● **Work to complete**: From the entries that follow, report every line in which "struct" occurs.

● **Input data**:
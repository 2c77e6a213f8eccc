// gjs_example.js: bandmass from GJS through GObject introspection.
imports.gi.versions.Bandmass = '1.0';
const Bandmass = imports.gi.Bandmass;

const answer = JSON.parse(Bandmass.call('constants', '{}'));
const c = answer.constants.cyclotron_ghz_per_tesla;
print(`free-electron cyclotron frequency: ${c.value} GHz/T (${c.meaning})`);

try {
    Bandmass.call('nonesuch', null);
} catch (e) {
    print(`error ${e.code}: ${e.message}`);   // Bandmass.Error.UNKNOWN_OPERATION
}
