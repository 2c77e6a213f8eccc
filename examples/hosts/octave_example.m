% octave_example.m: bandmass from Octave (bandmass.mex on the path).
r = bandmass('constants');                       % a struct, numbers stay numbers
printf('k_B = %.6e eV/K\n', r.constants.boltzmann_ev_per_k.value);

ops = bandmass();                                % the operations: struct array
printf('%s: %s\n', ops(1).name, ops(1).summary);

try                                              % errors carry an identifier
  bandmass('constants', struct('temperature_k', 300));
catch err
  printf('%s: %s\n', err.identifier, err.message);
end
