/* c_host.c: bandmass from any C program through the plugin entry point:
 * dlopen the library, fetch the table, call an operation. No GLib needed. */
#include <dlfcn.h>
#include <stdio.h>
#include "bandmass-plugin.h"

int main(int argc, char **argv)
{
    const char *path = argc > 1 ? argv[1] : "libbandmass-1.0.so.0";
    void *lib = dlopen(path, RTLD_NOW | RTLD_LOCAL);
    if (!lib) {
        fprintf(stderr, "cannot load %s: %s\n", path, dlerror());
        return 1;
    }
    bandmass_plugin_get_api_func get_api;
    *(void **)&get_api = dlsym(lib, BANDMASS_PLUGIN_ENTRY);
    const bandmass_plugin_api *api = get_api ? get_api(BANDMASS_PLUGIN_ABI_MAJOR) : NULL;
    if (!api) {
        fprintf(stderr, "%s does not serve plugin ABI %d\n", path, BANDMASS_PLUGIN_ABI_MAJOR);
        return 1;
    }
    printf("bandmass %s, plugin ABI %u.%u\n", api->library_version,
           (unsigned)api->abi_major, (unsigned)api->abi_minor);
    for (size_t i = 0; i < api->n_operations; i++)
        printf("  %-20s %s\n", api->operation_names[i], api->operation_summaries[i]);

    char *response = NULL, *message = NULL;
    int status = api->call("constants", "{}", &response, &message);
    if (status != BANDMASS_PLUGIN_OK) {
        fprintf(stderr, "constants failed (%d): %s\n", status, message);
        api->free_string(message);
        return 1;
    }
    printf("%.120s...\n", response);
    api->free_string(response);

    status = api->call("constants", "{\"temperature_k\": 300}", &response, &message);
    printf("bad request -> status %d: %s\n", status, message);
    api->free_string(message);
    dlclose(lib);
    return status == BANDMASS_PLUGIN_INVALID_INPUT ? 0 : 1;
}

● **Reply**:
r = bandmass('constants');                       % a struct, numbers stay numbers
ops = bandmass();                                % the operations: struct array
  bandmass('constants', struct('temperature_k', 300));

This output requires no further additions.